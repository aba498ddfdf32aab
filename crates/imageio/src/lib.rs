//! Reading image files safely: decoding limits against decompression bombs, the decoder's blind
//! spots closed, full bit depth kept, and the file's hash for the record.
//!
//! [`load`] refuses, each with its own [`ImageIoError`] variant naming the file:
//! - empty files, files that are not images, and formats facetcal does not read;
//! - files whose content does not match their name (a PNG called `.jpg`): a mislabelled file is
//!   a sign of a mixed-up batch, so it is reported rather than guessed around;
//! - truncated files, including the case the decoder lets through: a JPEG cut short decodes
//!   without error, its missing part filled in grey, so the end-of-image marker is required
//!   (and a PNG's `IEND` chunk, a GIF's trailer);
//! - images larger than the [`DecodeLimits`] (pixels, decoder allocation, file size);
//! - images with an EXIF orientation other than "as stored": intrinsics live in sensor
//!   coordinates and the decoder does not apply the tag, so a rotated image is never used
//!   silently ([`OrientationPolicy`]).
//!
//! 16-bit images stay 16-bit; colour stays colour (the detector converts to grey).
//! This crate never writes files and knows nothing of targets or cameras.
#![deny(missing_docs)]
// Library code never unwraps: input-derived failures are typed errors, and the few
// invariants that cannot fail say so with an allowed `expect` beside the reason.
#![cfg_attr(not(test), deny(clippy::unwrap_used, clippy::expect_used))]

use std::io::Cursor;
use std::path::{Path, PathBuf};

use image::{DynamicImage, ImageDecoder, ImageFormat, ImageReader, metadata::Orientation};
use sha2::{Digest, Sha256};
use thiserror::Error;

/// File name extensions facetcal reads, lower case.
pub const EXTENSIONS: [&str; 7] = ["png", "jpg", "jpeg", "tif", "tiff", "bmp", "gif"];

/// Limits that bound what one file can make the program allocate.
#[derive(Clone, Copy, Debug, PartialEq)]
pub struct DecodeLimits {
    /// Largest width x height accepted. Default 100 million pixels.
    pub max_pixels: u64,
    /// Largest allocation the decoder may make, bytes. Default 2 GiB.
    pub max_alloc_bytes: u64,
    /// Largest file read, bytes. Default 1 GiB.
    pub max_file_bytes: u64,
}

impl Default for DecodeLimits {
    fn default() -> Self {
        DecodeLimits {
            max_pixels: facetcal_inputs::MAX_PIXELS,
            max_alloc_bytes: 2 << 30,
            max_file_bytes: facetcal_inputs::MAX_IMAGE_FILE_BYTES,
        }
    }
}

/// What to do with an image whose EXIF orientation asks for a rotation or a flip.
#[derive(Clone, Copy, Debug, PartialEq, Eq, Default)]
pub enum OrientationPolicy {
    /// Refuse the image (default).
    #[default]
    Reject,
    /// Use the pixels as stored (sensor orientation) and record the tag.
    KeepStored,
}

/// Options of [`load`].
#[derive(Clone, Copy, Debug, PartialEq, Default)]
pub struct LoadOptions {
    /// Decoding limits.
    pub limits: DecodeLimits,
    /// EXIF orientation handling.
    pub orientation: OrientationPolicy,
}
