def _assert_charts_follow(browser: HeadlessChromium, view: dict[str, float]) -> None:
    charts = browser.evaluate('safetyFilterPlots.chartViews()')
    assert len(charts) >= 10
    for chart in charts:
        assert chart['min'] == pytest.approx(view['min'], abs=1e-9), chart
        assert chart['max'] == pytest.approx(view['max'], abs=1e-9), chart
    section = browser.evaluate('[document.getElementById("sf-time-plots").dataset.viewMin, '
                               'document.getElementById("sf-time-plots").dataset.viewMax]')
    assert [float(x) for x in section] == pytest.approx([view['min'], view['max']], abs=1e-9)


@pytest.mark.slow
def test_zooming_the_replay_plots_to_50_ms_around_the_largest_intervention(
        tmp_path: Path) -> None:
    folder = replay_run().output
    report = json.loads((folder / replay_report.REPORT_JSON).read_text(encoding='utf-8'))
    moment = report['runs'][0]['moments']['largest_intervention'][0]['at_rel_s']
    with chromium() as browser:
        visit = browser.open(folder / replay_report.REPORT_HTML)
        assert not visit.problems(), visit.problems()
        whole = _view(browser)
        assert whole['min'] == pytest.approx(0.0, abs=1e-3)
        assert whole['max'] == pytest.approx(report['duration_s'], abs=2e-3)
        before = browser.element_screenshot('#sf-live-intervention',
                                            tmp_path / 'intervention_whole.png')
        shown = browser.evaluate(f'safetyFilterPlots.show({moment - 0.025!r}, '
                                 f'{moment + 0.025!r})')
        browser.settle()
        assert shown['max'] - shown['min'] == pytest.approx(0.05, abs=1e-9)
        assert shown['min'] <= moment <= shown['max']
        _assert_charts_follow(browser, shown)
        label = browser.evaluate('document.getElementById("sf-view-label").textContent')
        assert '(50.0 ms)' in label, label
        after = browser.element_screenshot('#sf-live-intervention',
                                           tmp_path / 'intervention_zoomed.png')
        stats = image_statistics(after)
        assert stats['non_white'] > 0.02 and stats['colours'] > 20, stats
        # The zoom changed what is drawn, not only the numbers.
        from matplotlib.image import imread

        old, new = imread(str(before)), imread(str(after))
        assert old.shape == new.shape
        assert np.mean(np.any(np.abs(old - new) > 0.05, axis=-1)) > 0.01
        browser.full_page_screenshot(tmp_path / 'replay_zoomed_page.png')


@pytest.mark.slow
def test_an_address_with_a_time_window_opens_the_plots_on_it() -> None:
    folder = replay_run().output
    with chromium() as browser:
        visit = browser.open(folder / replay_report.REPORT_HTML, fragment='t=0.61,0.66')
        assert not visit.problems(), visit.problems()
        view = _view(browser)
        assert view == pytest.approx({'min': 0.61, 'max': 0.66}, abs=1e-12)
        _assert_charts_follow(browser, view)
        # Outside the trial, the window is moved back inside it, keeping its width.
        browser.open(folder / replay_report.REPORT_HTML, fragment='t=-1,-0.9')
        assert _view(browser) == pytest.approx({'min': 0.0, 'max': 0.1}, abs=1e-9)


@pytest.mark.slow
def test_the_replay_plots_answer_the_mouse(tmp_path: Path) -> None:
    folder = replay_run().output
    with chromium(height=1100) as browser:
        browser.open(folder / replay_report.REPORT_HTML)
        browser.evaluate('document.getElementById("sf-live-intervention")'
                         '.scrollIntoView({block: "center"})')
        browser.settle()
        over = browser.rect('#sf-live-intervention .u-over')
        y = over['y'] + 0.5 * over['height']

        def time_at(x: float) -> float:
            whole = _view(browser)
            return whole['min'] + (x - over['x']) / over['width'] * (whole['max'] - whole['min'])

        # Drag across a span: the plots show that span.
        x0, x1 = over['x'] + 0.3 * over['width'], over['x'] + 0.5 * over['width']
        expected = (time_at(x0), time_at(x1))
        browser.drag((x0, y), (x1, y))
        browser.settle()
        dragged = _view(browser)
        width = expected[1] - expected[0]
        assert dragged['min'] == pytest.approx(expected[0], abs=0.02 * width)
        assert dragged['max'] == pytest.approx(expected[1], abs=0.02 * width)
        _assert_charts_follow(browser, dragged)
        # Shift+drag pans: the same width, moved back by the distance dragged.
        browser.drag((over['x'] + 0.6 * over['width'], y), (over['x'] + 0.4 * over['width'], y),
                     modifiers=SHIFT)
        browser.settle()
        panned = _view(browser)
        span = dragged['max'] - dragged['min']
        assert panned['max'] - panned['min'] == pytest.approx(span, rel=1e-6)
        assert panned['min'] - dragged['min'] == pytest.approx(0.2 * span, rel=0.05)
        _assert_charts_follow(browser, panned)
        # A plain wheel scrolls the page; Ctrl+wheel zooms in at the pointer.
        at = over['x'] + 0.25 * over['width']
        pointer_time = panned['min'] + 0.25 * span
        browser.wheel(at, y, -400, modifiers=CTRL)
        browser.settle()
        zoomed = _view(browser)
        assert zoomed['max'] - zoomed['min'] < 0.6 * span
        fraction = (pointer_time - zoomed['min']) / (zoomed['max'] - zoomed['min'])
        assert fraction == pytest.approx(0.25, abs=0.01)
        browser.screenshot(tmp_path / 'after_mouse.png')
        # Double click: the whole trial again.
        browser.double_click(at, y)
        browser.settle()
        assert _view(browser) == browser.evaluate('safetyFilterPlots.full')
        # A moment's button: 50 ms around it.
        moment = float(browser.evaluate('document.querySelector("button.sf-moment")'
                                        '.dataset.t'))
        browser.evaluate('document.querySelector("button.sf-moment").click()')
        browser.settle()
        view = _view(browser)
        assert view['max'] - view['min'] == pytest.approx(0.05, abs=1e-9)
        assert view['min'] <= moment <= view['max']
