# ---------------------------------------------------------------------- bad chain selections
BAD_SELECTIONS = [
    ('mimic-joint-in-chain', with_right_finger_mimic('finger_left'),
     {'joints': ['yaw', 'pitch', 'slide', 'finger_right']}, UnsupportedChain,
     ["'finger_right'", 'mimic']),
    ('mimic-follows-a-chain-joint', with_right_finger_mimic('slide'), ARM_ONLY,
     UnsupportedChain, ["'finger_right'", "'slide'"]),
    ('mimic-of-unknown-joint', with_right_finger_mimic('nosuch'), ARM_ONLY,
     UnsupportedChain, ["'finger_right'", 'mimic']),
    ('two-sibling-fingers', GRIPPER3_TEXT,
     {'joints': ['yaw', 'pitch', 'slide', 'finger_left', 'finger_right']}, UnsupportedChain,
     ['finger_left', 'finger_right', 'branches']),
    ('default-selection-branches', GRIPPER3_TEXT, {}, UnsupportedChain, ['branches']),
    ('joints-out-of-order', GRIPPER3_TEXT, {'joints': ['pitch', 'yaw']}, UnsupportedChain,
     ["'pitch'", "'yaw'"]),
    ('floating-joint-selected',
     mutated('name="finger_left" type="prismatic"', 'name="finger_left" type="floating"'),
     {'joints': ['yaw', 'pitch', 'slide', 'finger_left']}, UnsupportedChain,
     ["'finger_left'", 'floating']),
    ('floating-joint-on-tip-path',
     mutated('name="finger_left" type="prismatic"', 'name="finger_left" type="floating"'),
     {'tip_link': 'finger_left_link'}, UnsupportedChain, ["'finger_left'", 'floating']),
    ('planar-joint-as-rigid-load',
     mutated('name="finger_left" type="prismatic"', 'name="finger_left" type="planar"'),
     ARM_ONLY, UnsupportedChain, ["'finger_left'", 'planar']),
    ('empty-joint-list', GRIPPER3_TEXT, {'joints': []}, UnsupportedChain, ['empty']),
    ('only-fixed-joints', GRIPPER3_TEXT, {'tip_link': 'base_link'}, UnsupportedChain,
     ['no movable joint']),
    ('tip-not-below-base', GRIPPER3_TEXT, {'base_link': 'arm', 'tip_link': 'column'},
     UnsupportedChain, ["'column'", "'arm'"]),
    ('joints-not-below-base', GRIPPER3_TEXT, {'base_link': 'arm', 'joints': ['yaw', 'pitch']},
     UnsupportedChain, ["'yaw'", "'arm'"]),
    ('tip-not-on-last-joint', GRIPPER3_TEXT, {'joints': ['yaw', 'pitch'], 'tip_link': 'column'},
     UnsupportedChain, ["'column'"]),
    ('locked-joint-also-in-chain', GRIPPER3_TEXT,
     {'tip_link': 'tool', 'locked_positions': {'slide': 0.1}}, InvalidLimits, ["'slide'"]),
    ('locked-position-outside-limits', GRIPPER3_TEXT,
     {'tip_link': 'tool', 'locked_positions': {'finger_left': 0.1}}, InvalidLimits,
     ["'finger_left'", 'outside']),
    ('locked-position-not-finite', GRIPPER3_TEXT,
     {'tip_link': 'tool', 'locked_positions': {'finger_left': math.inf}}, InvalidLimits,
     ["'finger_left'", 'finite']),
]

__WHAT NEEDS TO BE DONE__. Working from the entries above, return all lines that contain "querySelector".

__WRITTEN ANSWER__.
        moment = float(browser.evaluate('document.querySelector("button.sf-moment")'
        browser.evaluate('document.querySelector("button.sf-moment").click()')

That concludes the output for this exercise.